L’ambassadrice estime que toutes ces initiatives commencent avec une seule personne. « Même si vous êtes une goutte d’eau dans un océan, ces gouttes d’eau combinées font de l’océan un puissant véhicule et une source d’énergie. Nous devons faire comprendre aux filles que lorsqu’une fille voit le pouvoir que représentent les STEM (Science, Engineering, Technology and Mathematics) et l’informatique, elle devient un modèle pour ses amis et sa communauté. Les femmes peuvent amener une différence significative dans l’amélioration de la société. Après tout, un pays ne pourra jamais atteindre son plein potentiel s’il n’exploite pas, n’utilise pas les talents, les compétences, les points de vue, les idées et les renseignements d’environ 50% de sa population. »

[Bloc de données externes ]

// writeRigCSV writes the log as CSV, with a comment line every lines
// rows (0: none) and missing displacements as empty cells.
func writeRigCSV(t testing.TB, path string, g rigLog, seed uint64, comments int) {
	t.Helper()
	tc, x, v, s := g.columns(seed)
	var b strings.Builder
	b.WriteString("# rig log\ntime [s],disp [mm],vel [mm/s],slow\n")
	for i := range tc {
		if comments > 0 && i%comments == comments-1 {
			b.WriteString("# marker\n")
		}
		xs := ftoa(x[i])
		if math.IsNaN(x[i]) {
			xs = ""
		}
		b.WriteString(ftoa(tc[i]) + "," + xs + "," + ftoa(v[i]) + "," + ftoa(s[i]) + "\n")
	}
	if err := os.WriteFile(path, []byte(b.String()), 0o644); err != nil {
		t.Fatal(err)
	}
}

// TestStreamSameRunsCSV: a streamed CSV file (parsed once per pass, in
// blocks) gives ReadFile's runs, line numbers included, with comment
// lines, a time unit to convert and a rate instead of a time column.
func TestStreamSameRunsCSV(t *testing.T) {
	g := rigLog{n: 60000, dt: 0.001, sd: 1e-3, head: 3000, hits: []int{9000, 41000}, spike: 15000, gapAt: 25000,
		missing: []int{5000, 5001, 12345, 59999}}
	dir := t.TempDir()
	for _, tc := range []struct {
		name     string
		comments int
		edit     func(string) string
		opts     Options
	}{
		{"plain", 0, nil, Options{}},
		{"comments", 7777, nil, Options{}},
		{"milliseconds", 0, func(s string) string { return strings.Replace(s, "time [s]", "time [ms]", 1) }, Options{}},
		{"rate", 0, func(s string) string { return strings.Replace(s, "time [s]", "clock", 1) },
			Options{Rate: 1000, States: []string{"disp", "vel", "slow"}}},
	} {
		t.Run(tc.name, func(t *testing.T) {
			path := filepath.Join(dir, tc.name+".csv")
			writeRigCSV(t, path, g, 5, tc.comments)
			if tc.edit != nil {
				b, err := os.ReadFile(path)
				if err != nil {
					t.Fatal(err)
				}
				if err := os.WriteFile(path, []byte(tc.edit(string(b))), 0o644); err != nil {
					t.Fatal(err)
				}
			}
			opts := tc.opts
			want, err := ReadFile(context.Background(), path, &opts)
			if err != nil {
				t.Fatal(err)
			}
			sf, got := streamRuns(t, path, &opts, &StreamOptions{CSVWindow: -1})
			if sf.Whole != "" {
				t.Fatalf("read whole (%s), not streamed", sf.Whole)
			}
			sameRuns(t, got, want.Runs)
			if len(want.Runs) < 3 {
				t.Fatalf("%d runs: the log lost its features", len(want.Runs))
			}
			if sf.Time != want.Time {
				t.Errorf("time column %+v, ReadFile %+v", sf.Time, want.Time)
			}
			lsf, got := streamRuns(t, path, &opts, &StreamOptions{CSVWindow: -1, LateRuns: true})
			sameRuns(t, got, want.Runs)
			if lsf.Whole != "" || lsf.Passes != sf.Passes-1 {
				t.Errorf("late runs: read whole %q, %d passes; runs found at Open: %d", lsf.Whole, lsf.Passes, sf.Passes)
			}
			t.Logf("%d runs, %d passes", len(want.Runs), sf.Passes)
		})
	}
}

// TestStreamReuse: one Streamer over files of every kind in turn (its
// buffers reused from plan to plan) gives each file ReadFile's runs.
func TestStreamReuse(t *testing.T) {
	dir := t.TempDir()
	logs := []rigLog{
		{n: 20000, dt: 0.001, sd: 1e-3},
		{n: 30000, dt: 0.001, sd: 1e-3, head: 3000, hits: []int{9000, 21000}, spike: 15000, gapAt: 25000, missing: []int{5000, 12345}},
		{n: 25000, dt: 0.001, sd: 1e-3, gapAt: 8000, missing: []int{3}},
		{n: 20000, dt: 0.002, sd: 1e-3, jitter: 0.2, head: 500, hits: []int{7000}},
		{n: 30000, dt: 0.001, sd: 1e-3, head: 3000, hits: []int{9000, 21000}, gapAt: 11000},
	}
	s := NewStreamer(nil, &StreamOptions{Window: -1})
	for round := range 2 {
		for i, g := range logs {
			path := filepath.Join(dir, fmt.Sprintf("r%d.parquet", i))
			if round == 0 {
				writeRigParquet(t, path, g, uint64(i), 4096, false, false, compress.Codecs.Uncompressed)
			}
			want, err := ReadFile(context.Background(), path, nil)
			if err != nil {
				t.Fatal(err)
			}
			sf, err := s.Open(context.Background(), path)
			if err != nil {
				t.Fatal(err)
			}
			if sf.Whole != "" {
				t.Fatalf("%s read whole: %s", path, sf.Whole)
			}
			got, err := scanRuns(sf)
			sf.Close()
			if err != nil {
				t.Fatal(err)
			}
			sameRuns(t, got, want.Runs)
		}
	}
}

// TestStreamWindow: a file within the window is read whole into the
// reused buffers (columns, chunk buffers, the noise and event passes'
// scratch), and gives ReadFile's runs, file after file: Parquet plain
// and dictionary-encoded, and CSV files large enough to be read in
// several blocks, interleaved, larger and smaller than the one before.
func TestStreamWindow(t *testing.T) {
	dir := t.TempDir()
	s := NewStreamer(nil, nil)
	for i, n := range []int{5000, 3000, 8000, 60000, 20000, 60000, 9000} {
		g := rigLog{n: n, dt: 0.001, sd: 1e-3, head: 500, hits: []int{n / 2}}
		if i%2 == 1 {
			g.hits = append(g.hits, n/4)
			g.missing = []int{n / 3}
		}
		var path string
		switch i % 3 {
		case 2:
			path = filepath.Join(dir, fmt.Sprintf("w%d.csv", i))
			writeRigCSV(t, path, g, uint64(i), 0)
		default:
			path = filepath.Join(dir, fmt.Sprintf("w%d.parquet", i))
			writeRigParquet(t, path, g, uint64(i), 1000, i%3 == 1, false, compress.Codecs.Uncompressed)
		}
		want, err := ReadFile(context.Background(), path, nil)
		if err != nil {
			t.Fatal(err)
		}
		sf, err := s.Open(context.Background(), path)
		if err != nil {
			t.Fatal(err)
		}
		if sf.Whole != "window" || sf.Dataset() == nil {
			t.Fatalf("Whole = %q, want window", sf.Whole)
		}
		sameRuns(t, sf.Dataset().Runs, want.Runs)
	}
}

// TestStreamErrors: bad input gives ReadFile's error, word for word, and
// never a panic: a truncated file, a corrupt page, an infinite value, time
// going back.
func TestStreamErrors(t *testing.T) {
	dir := t.TempDir()
	good := filepath.Join(dir, "good.parquet")
	writeRigParquet(t, good, rigLog{n: 20000, dt: 0.001, sd: 1e-3}, 1, 4096, false, false, compress.Codecs.Uncompressed)
	data, err := os.ReadFile(good)
	if err != nil {
		t.Fatal(err)
	}
	corrupt := func(name string, f func([]byte) []byte) string {
		b := f(append([]byte(nil), data...))
		p := filepath.Join(dir, name)
		if err := os.WriteFile(p, b, 0o644); err != nil {
			t.Fatal(err)
		}
		return p
	}
	cases := map[string]string{
		"truncated": corrupt("truncated.parquet", func(b []byte) []byte { return b[:len(b)/2] }),
		"page bytes": corrupt("page.parquet", func(b []byte) []byte {
			for i := 4000; i < 4100; i++ {
				b[i] ^= 0xff
			}
			return b
		}),
		"page header": corrupt("header.parquet", func(b []byte) []byte {
			for i := 4; i < 40; i++ {
				b[i] = 0xff
			}
			return b
		}),
	}
	// an infinite value and time going back, mid-file
	tc, x, v, s := rigLog{n: 20000, dt: 0.001, sd: 1e-3}.columns(2)
	x[13000] = math.Inf(1)
	cases["infinite"] = writeCols(t, filepath.Join(dir, "inf.parquet"), tc, x, v, s) // dictionary pages
	plainInf := filepath.Join(dir, "inf-plain.parquet")
	writePlainCols(t, plainInf, tc, x, v, s)
	cases["infinite, plain pages"] = plainInf
	tc2, x2, v2, s2 := rigLog{n: 20000, dt: 0.001, sd: 1e-3}.columns(3)
	tc2[15000] = tc2[14000]
	cases["time back"] = writeCols(t, filepath.Join(dir, "back.parquet"), tc2, x2, v2, s2)
	bad := filepath.Join(dir, "bad.csv")
	writeRigCSV(t, bad, rigLog{n: 40000, dt: 0.001, sd: 1e-3}, 4, 0)
	b, err := os.ReadFile(bad)
	if err != nil {
		t.Fatal(err)
	}
	b = []byte(strings.Replace(string(b), "\n30.", "\n30.0.1", 1)) // a bad number mid-file
	if err := os.WriteFile(bad, b, 0o644); err != nil {
		t.Fatal(err)
	}
	cases["csv bad number"] = bad
	for name, path := range cases {
		t.Run(name, func(t *testing.T) {
			_, want := ReadFile(context.Background(), path, nil)
			if want == nil {
				t.Fatal("ReadFile took the bad file")
			}
			_, got := NewStreamer(nil, &StreamOptions{Window: -1, CSVWindow: -1, Prefetch: name == "infinite"}).Open(context.Background(), path)
			if got == nil || got.Error() != want.Error() {
				t.Fatalf("Open: %v\nReadFile: %v", got, want)
			}
			if strings.HasPrefix(name, "infinite") && !strings.Contains(got.Error(), ":13001:") {
				t.Errorf("%v: not the infinite value's row", got)
			}
			if strings.Contains(got.Error(), "\n") {
				t.Errorf("error on more than one line: %q", got)
			}
		})
	}
}

func writeCols(t *testing.T, path string, cols ...[]float64) string {
	t.Helper()
	names := []string{"time [s]", "disp [mm]", "vel [mm/s]", "slow"}
	var fields []arrow.Field
	for _, n := range names[:len(cols)] {
		fields = append(fields, arrow.Field{Name: n, Type: arrow.PrimitiveTypes.Float64})
	}
	sc := arrow.NewSchema(fields, nil)
	b := array.NewRecordBuilder(memory.NewGoAllocator(), sc)
	defer b.Release()
	for j, c := range cols {
		b.Field(j).(*array.Float64Builder).AppendValues(c, nil)
	}
	rec := b.NewRecord()
	defer rec.Release()
	writeArrowParquet(t, path, rec, 4096)
	return path
}

// writePlainCols writes float64 columns named as writeCols does, with
// plain encoding (no dictionary) in row groups of 4096 rows.
func writePlainCols(t *testing.T, path string, cols ...[]float64) {
	t.Helper()
	names := []string{"time [s]", "disp [mm]", "vel [mm/s]", "slow"}
	var fields []arrow.Field
	for _, n := range names[:len(cols)] {
		fields = append(fields, arrow.Field{Name: n, Type: arrow.PrimitiveTypes.Float64})
	}
	sc := arrow.NewSchema(fields, nil)
	b := array.NewRecordBuilder(memory.NewGoAllocator(), sc)
	defer b.Release()
	for j, c := range cols {
		b.Field(j).(*array.Float64Builder).AppendValues(c, nil)
	}
	rec := b.NewRecord()
	defer rec.Release()
	f, err := os.Create(path)
	if err != nil {
		t.Fatal(err)
	}
	defer f.Close()
	tbl := array.NewTableFromRecords(sc, []arrow.Record{rec})
	defer tbl.Release()
	props := parquet.NewWriterProperties(parquet.WithMaxRowGroupLength(4096), parquet.WithDictionaryDefault(false))
	if err := pqarrow.WriteTable(tbl, f, 4096, props, pqarrow.DefaultWriterProps()); err != nil {
		t.Fatal(err)
	}
}

// TestStreamFileChanged: a streamed file cut short between the plan and
// the scan is an error, not a screen of fewer samples (a CSV file is
// parsed again by every pass; for a held Parquet file see
// TestStreamParquetCut).
func TestStreamFileChanged(t *testing.T) {
	for _, late := range []bool{false, true} {
		t.Run(fmt.Sprintf("late=%v", late), func(t *testing.T) { testStreamFileChanged(t, late) })
	}
}

func testStreamFileChanged(t *testing.T, late bool) {
	path := filepath.Join(t.TempDir(), "log.csv")
	writeRigCSV(t, path, rigLog{n: 20000, dt: 0.001, sd: 1e-3}, 3, 0)
	sf, err := NewStreamer(nil, &StreamOptions{CSVWindow: -1, LateRuns: late}).Open(context.Background(), path)
	if err != nil {
		t.Fatal(err)
	}
	defer sf.Close()
	if sf.Held() {
		t.Fatal("a CSV file held")
	}
	b, err := os.ReadFile(path)
	if err != nil {
		t.Fatal(err)
	}
	cut := strings.LastIndexByte(string(b[:len(b)/2]), '\n') + 1 // whole lines
	if err := os.WriteFile(path, b[:cut], 0o644); err != nil {
		t.Fatal(err)
	}
	err = sf.Scan(context.Background(), func(int, []float64, [][]float64) error { return nil })
	if err == nil || !strings.Contains(err.Error(), "changed while it was read") {
		t.Fatalf("Scan of a file cut short: %v", err)
	}
}

// TestDirectFastPath: the direct decoder's fast path for uncompressed
// float64 chunks (PLAIN pages, and dictionary pages with RLE/bit-packed
// indices) gives exactly what Arrow's own decoder (the general path,
// pqarrow) gives, for plain and dictionary-encoded files, a dictionary
// that fills up and falls back to PLAIN pages mid-chunk, NaN values and
// nulls (those take Arrow's reader), several row-group sizes.
func TestDirectFastPath(t *testing.T) {
	dir := t.TempDir()
	for _, tc := range []struct {
		name        string
		n           int
		rg          int64
		dict, nulls bool
		sd          float64
	}{
		{"plain", 20000, 4096, false, false, 1e-3},
		{"dictionary", 20000, 4096, true, false, 1e-3},
		{"dictionary, few values", 20000, 7000, true, false, 0},
		{"dictionary full", 250000, 200000, true, false, 1e-3},
		{"nulls", 20000, 4096, true, true, 1e-3},
	} {
		t.Run(tc.name, func(t *testing.T) {
			path := filepath.Join(dir, strings.ReplaceAll(tc.name, " ", "_")+".parquet")
			g := rigLog{n: tc.n, dt: 0.001, sd: tc.sd, head: 100, hits: []int{tc.n / 2}, missing: []int{10, 5000}}
			writeRigParquet(t, path, g, 4, tc.rg, tc.dict, tc.nulls, compress.Codecs.Uncompressed)
			fast, err := ReadFile(context.Background(), path, &Options{KeepHead: true, KeepEvents: true})
			if err != nil {
				t.Fatal(err)
			}
			arrow, err := ReadFile(context.Background(), path, &Options{KeepHead: true, KeepEvents: true, viaArrow: true})
			if err != nil {
				t.Fatal(err)
			}
			sameRuns(t, fast.Runs, arrow.Runs)
			if fast.Missing != arrow.Missing || fast.Missing == 0 {
				t.Errorf("missing %d, Arrow %d", fast.Missing, arrow.Missing)
			}
		})
	}
}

Pour conclure, Jenny Dee avance « qu’il ne s’agit pas uniquement d’équité. mais d’un sens économique éprouvé. Il est important que cette diversité se reflète au plus haut niveau du gouvernement, du monde universitaire et de l’industrie ».
Et de conclure que le pouvoir du mentorat - par les hommes et les femmes - est un ingrédient essentiel pour encourager davantage de femmes à réussir.
Aartee Jodheea, Lecturer en Design and Technology : «Auparavant les filles n’y étaient pas exposes»
Aartee Jodheea est lecturer en Design and Technology au Mauritius Institute of Education (MIE). Elle est affectée dans un domaine où les élèves sont surpris au début, tout simplement parce qu’elle est une femme. « Ils se demandaient ce que je faisais là. Par la suite, le courant est passé. Nous travaillons bien ensemble et je pense qu’ils se sont rendus compte, que ce soit homme ou femme, ce sont les compétences qui comptent avant tout. »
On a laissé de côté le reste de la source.